I have a simplex $S \subset \mathbb{R}^n$ created by unit vectors $v_1, v_2,\ldots,v_{n+1}$ such that $v_i\in \mathbb{R}^n$. Let us fix $v_{n+1}$ and consider the other vectors. Clearly the volume of simplex is $\frac{|\text{det}(L)|}{!n}$ where $L=[v_1-v_{n+1}, v_2-v_{n+1},\ldots,v_n-v_{n+1}]$. Now choose $v_i,v_j$ such that $\|(v_i-v_j)\|_2$ is maximum and $v_i,v_j \neq v_{n+1}$. Take $u=0.5(v_i+v_j)$. Let us consider two new simplexes $S_1$ and $S_2$ which are created from vectors of $S$ such that $S_1$ contains $u$ instead of $v_i$ and $S_2$ contains $u$ instead of $v_j$. Can we say something about vol$(S_1)$/vol($S$) ? Any possible upperbound on this ratio ?

Answer 1

You may assume $v_{n+1}=0$. Write $\Lambda$ for the volume form ("det" in your question).

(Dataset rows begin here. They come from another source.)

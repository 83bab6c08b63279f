package org.wellwright.viewer.radial;

import java.util.ArrayList;
import java.util.List;
import org.wellwright.project.FigureInput;
import org.wellwright.project.FigureSelection;
import org.wellwright.project.SolvedChannel;
import org.wellwright.project.SolvedModel;
import org.wellwright.solver.model.LevelKey;
import org.wellwright.solver.radial.RadialState;
import org.wellwright.viewer.plot.AxisSpec;
import org.wellwright.viewer.plot.LevelText;
import org.wellwright.viewer.plot.Picks;
import org.wellwright.viewer.plot.Points;
import org.wellwright.viewer.plot.XyPlotModel;

/** Computes the picture of radial functions: several levels of the model in front, or one level of all models. */
final class RadialPlot {
    private static final int SAMPLES = 900;
    private static final int MOST_LEVELS = 8;
    private static final int USUAL_LEVELS = 3;

    /** The probability that is left out on either side. */
    private static final double TAIL = 2e-4;

    private RadialPlot() {}

    private record Drawn(String name, RadialState state, int series, boolean quiet) {}

    static XyPlotModel of(FigureInput input, FigureSelection selection, RadialQuantity quantity) {
        SolvedModel front = Picks.model(input, selection);
        List<LevelKey> keys = Picks.levels(front, selection, USUAL_LEVELS);
        keys = keys.subList(0, Math.min(MOST_LEVELS, keys.size()));
        LevelText names = LevelText.of(input.document());
        List<Drawn> drawn = keys.size() == 1 ? ofAllModels(input, front, keys.get(0)) : ofOneModel(front, keys, names);
        double left = Double.POSITIVE_INFINITY;
        double right = 0;
        for (Drawn one : drawn) {
            left = Math.min(left, radiusHolding(one.state(), TAIL));
            right = Math.max(right, radiusHolding(one.state(), 1 - TAIL));
        }
        // Functions that live far out need not be shown from the centre.
        left = left < 0.3 * right ? 0 : left - 0.1 * (right - left);
        double[] radii = radii(right);
        List<XyPlotModel.Curve> curves = new ArrayList<>();
        double lowest = 0;
        double highest = 0;
        for (Drawn one : drawn) {
            double[] values = quantity.sample(one.state(), radii);
            for (double value : values) {
                lowest = Math.min(lowest, value);
                highest = Math.max(highest, value);
            }
            curves.add(new XyPlotModel.Curve(one.name(), Points.of(radii, values), one.series(), one.quiet()));
        }
        double margin = 0.06 * (highest - lowest);
        String of = keys.size() == 1 ? "%s in all models".formatted(names.full(keys.get(0))) : front.model();
        return new XyPlotModel(
                "Radial functions",
                of,
                AxisSpec.of("r (%s)".formatted(input.units().length().printed()), left, right),
                AxisSpec.of(
                        quantity.label(input.units().length().printed()),
                        lowest < 0 ? lowest - margin : 0,
                        highest + margin),
                curves,
                List.of(),
                true);
    }

    private static List<Drawn> ofOneModel(SolvedModel model, List<LevelKey> keys, LevelText names) {
        List<Drawn> drawn = new ArrayList<>();
        for (LevelKey key : keys) {
            drawn.add(new Drawn(
                    names.full(key), model.channelOf(key).spectrum().state(key.index()), drawn.size(), false));
        }
        return drawn;
    }

    private static List<Drawn> ofAllModels(FigureInput input, SolvedModel front, LevelKey key) {
        List<Drawn> drawn = new ArrayList<>();
        for (int i = 0; i < input.models().size(); i++) {
            SolvedModel model = input.models().get(i);
            SolvedChannel channel = model.channelOf(key);
            if (channel != null && channel.level(key.index()) != null) {
                drawn.add(new Drawn(model.model(), channel.spectrum().state(key.index()), i, model != front));
            }
        }
        return drawn;
    }

    /** The radius within which a share of the probability lies. */
    private static double radiusHolding(RadialState state, double share) {
        double[] radii = radii(state.outerRadius());
        double[] within = RadialQuantity.CUMULATIVE.sample(state, radii);
        for (int i = 0; i < radii.length; i++) {
            if (within[i] > share) {
                return radii[i];
            }
        }
        return state.outerRadius();
    }

    /** Denser towards the origin: r = R t^1.5. */
    private static double[] radii(double right) {
        double[] radii = new double[SAMPLES];
        for (int i = 0; i < SAMPLES; i++) {
            double t = (i + 1.0) / SAMPLES;
            radii[i] = right * t * Math.sqrt(t);
        }
        return radii;
    }
}
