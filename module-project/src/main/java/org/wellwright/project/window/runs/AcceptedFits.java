package org.wellwright.project.window.runs;

import java.nio.file.Path;
import java.util.logging.Level;
import java.util.logging.Logger;
import org.openide.awt.StatusDisplayer;
import org.openide.util.Lookup;
import org.openide.util.RequestProcessor;
import org.openide.util.lookup.ServiceProvider;
import org.wellwright.project.FitRecorder;
import org.wellwright.project.ProjectSession;
import org.wellwright.project.command.json.FitRecord;
import org.wellwright.project.run.RunHistory;
import org.wellwright.solver.WellwrightException;
import org.wellwright.solver.fit.FitResult;
import org.wellwright.solver.service.SolverService;

/** Writes accepted fits beside the project's file. */
@ServiceProvider(service = FitRecorder.class)
public final class AcceptedFits implements FitRecorder {
    private static final Logger LOG = Logger.getLogger(AcceptedFits.class.getName());
    private static final RequestProcessor WRITER = new RequestProcessor("run history", 1);

    @Override
    public void accepted(ProjectSession session, String digest, FitResult fit) {
        session.file().ifPresent(file -> WRITER.post(() -> write(session, file, digest, fit)));
    }

    private static void write(ProjectSession session, Path file, String digest, FitResult fit) {
        try {
            String solver = Lookup.getDefault().lookup(SolverService.class).version();
            RunHistory.of(file).add(FitRecord.of(file, digest, fit, solver));
            session.content().add(new Added());
        } catch (WellwrightException e) {
            // The fit itself is in the project; only its record is missing.
            LOG.log(Level.INFO, "no record of a fit", e);
            StatusDisplayer.getDefault().setStatusText(e.problem().sentence());
        }
    }

    /** In a session's lookup: its history has grown. */
    static final class Added {}
}
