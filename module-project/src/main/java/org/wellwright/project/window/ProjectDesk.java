package org.wellwright.project.window;

import java.awt.Component;
import java.awt.KeyboardFocusManager;
import java.io.File;
import java.io.IOException;
import java.nio.file.Files;
import java.nio.file.Path;
import java.util.ArrayList;
import java.util.HashMap;
import java.util.HashSet;
import java.util.LinkedHashMap;
import java.util.List;
import java.util.Map;
import java.util.Optional;
import java.util.Set;
import java.util.function.Consumer;
import java.util.logging.Level;
import java.util.logging.Logger;
import javax.swing.JFileChooser;
import javax.swing.JTable;
import javax.swing.JTextField;
import javax.swing.SwingUtilities;
import javax.swing.filechooser.FileNameExtensionFilter;
import org.openide.awt.StatusDisplayer;
import org.openide.filesystems.FileChooserBuilder;
import org.openide.util.Lookup;
import org.openide.util.NbBundle.Messages;
import org.openide.util.RequestProcessor;
import org.openide.windows.WindowManager;
import org.wellwright.project.OpenProjects;
import org.wellwright.project.Project;
import org.wellwright.project.ProjectSession;
import org.wellwright.project.ViewStateProvider;
import org.wellwright.project.file.ProjectFile;
import org.wellwright.project.file.ProjectFileException;
import org.wellwright.project.file.ProjectLock;
import org.wellwright.solver.WellwrightException;
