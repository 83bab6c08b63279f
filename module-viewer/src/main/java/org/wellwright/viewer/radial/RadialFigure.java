package org.wellwright.viewer.radial;

import java.awt.Graphics2D;
import java.util.Arrays;
import java.util.List;
import java.util.Optional;
import org.openide.util.lookup.ServiceProvider;
import org.wellwright.project.FigureProvider;
import org.wellwright.project.FigureRequest;
import org.wellwright.solver.Problem;
import org.wellwright.viewer.plot.Figures;
import org.wellwright.viewer.plot.PlotStyle;
import org.wellwright.viewer.plot.XyPainter;

/** Radial functions of the selected levels. */
@ServiceProvider(service = FigureProvider.class, position = 300)
public final class RadialFigure implements FigureProvider {
    @Override
    public String id() {
        return "radial";
    }

    @Override
    public String title() {
        return "Radial functions";
    }

    @Override
    public int position() {
        return 300;
    }

    @Override
    public List<Variant> variants() {
        return Arrays.stream(RadialQuantity.values())
                .map(RadialQuantity::variant)
                .toList();
    }

    @Override
    public Optional<Problem> missing(FigureRequest request) {
        return Figures.missingState(request);
    }

    @Override
    public void paint(Graphics2D target, int width, int height, FigureRequest request) {
        Figures.require(this, request);
        RadialQuantity quantity = RadialQuantity.of(request.variant());
        XyPainter.paint(
                target,
                width,
                height,
                RadialPlot.of(request.input(), request.selection(), quantity),
                PlotStyle.of(request));
    }
}
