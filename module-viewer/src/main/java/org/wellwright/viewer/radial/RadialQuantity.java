package org.wellwright.viewer.radial;

import org.wellwright.project.FigureProvider.Variant;
import org.wellwright.solver.radial.RadialState;

/**
 * What is drawn of a radial function; a block of several channels is summed where squares are shown, otherwise its
 * first channel is drawn.
 */
enum RadialQuantity {
    /** u(r) = r R(r). */
    REDUCED("reduced", "u(r) = r R(r)", "√(1/%s)"),
    /** R(r) = u(r)/r. */
    FULL("full", "R(r)", "√(1/%s³)"),
    /** r² R² = u². */
    DENSITY("density", "r² R(r)²", "1/%s"),
    /** ∫₀^r u² dr. */
    CUMULATIVE("cumulative", "Probability within r", "");

    private final Variant variant;
    private final String unit;

    RadialQuantity(String id, String title, String unit) {
        this.variant = new Variant(id, title);
        this.unit = unit;
    }

    Variant variant() {
        return variant;
    }

    /** The axis label with its unit. */
    String label(String length) {
        return unit.isEmpty() ? variant.title() : "%s (%s)".formatted(variant.title(), unit.formatted(length));
    }

    static RadialQuantity of(String id) {
        for (RadialQuantity quantity : values()) {
            if (quantity.variant.id().equals(id)) {
                return quantity;
            }
        }
        return REDUCED;
    }

    /**
     * Samples at ascending radii.
     *
     * @param radii r > 0, shape [n]
     * @return shape [n]
     */
    double[] sample(RadialState state, double[] radii) {
        int channels = state.problem().channels().size();
        double[] values = new double[radii.length];
        double sum = 0;
        double before = 0;
        double from = 0;
        for (int i = 0; i < radii.length; i++) {
            double r = radii[i];
            switch (this) {
                case REDUCED -> values[i] = state.value(0, r);
                case FULL -> values[i] = state.value(0, r) / r;
                case DENSITY -> values[i] = square(state, channels, r);
                default -> {
                    // Simpson's rule over each piece.
                    double here = square(state, channels, r);
                    sum += (r - from) / 6 * (before + 4 * square(state, channels, 0.5 * (from + r)) + here);
                    before = here;
                    from = r;
                    values[i] = Math.min(1, sum);
                }
            }
        }
        return values;
    }

    private static double square(RadialState state, int channels, double r) {
        double sum = 0;
        for (int c = 0; c < channels; c++) {
            double u = state.value(c, r);
            sum += u * u;
        }
        return sum;
    }
}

Then $$\Lambda\left({v_1+v_2\over2},v_2,\dots,v_n\right)={1\over2}\Lambda(v_1,v_2,\ldots,v_n)+{1\over2}\Lambda(v_2,v_2,\ldots,v_n)\ .$$ Here the second term on the right hand side is $=0$ since it contains two equal entries. It follows that the ratio you are interested in is always $={1\over2}$.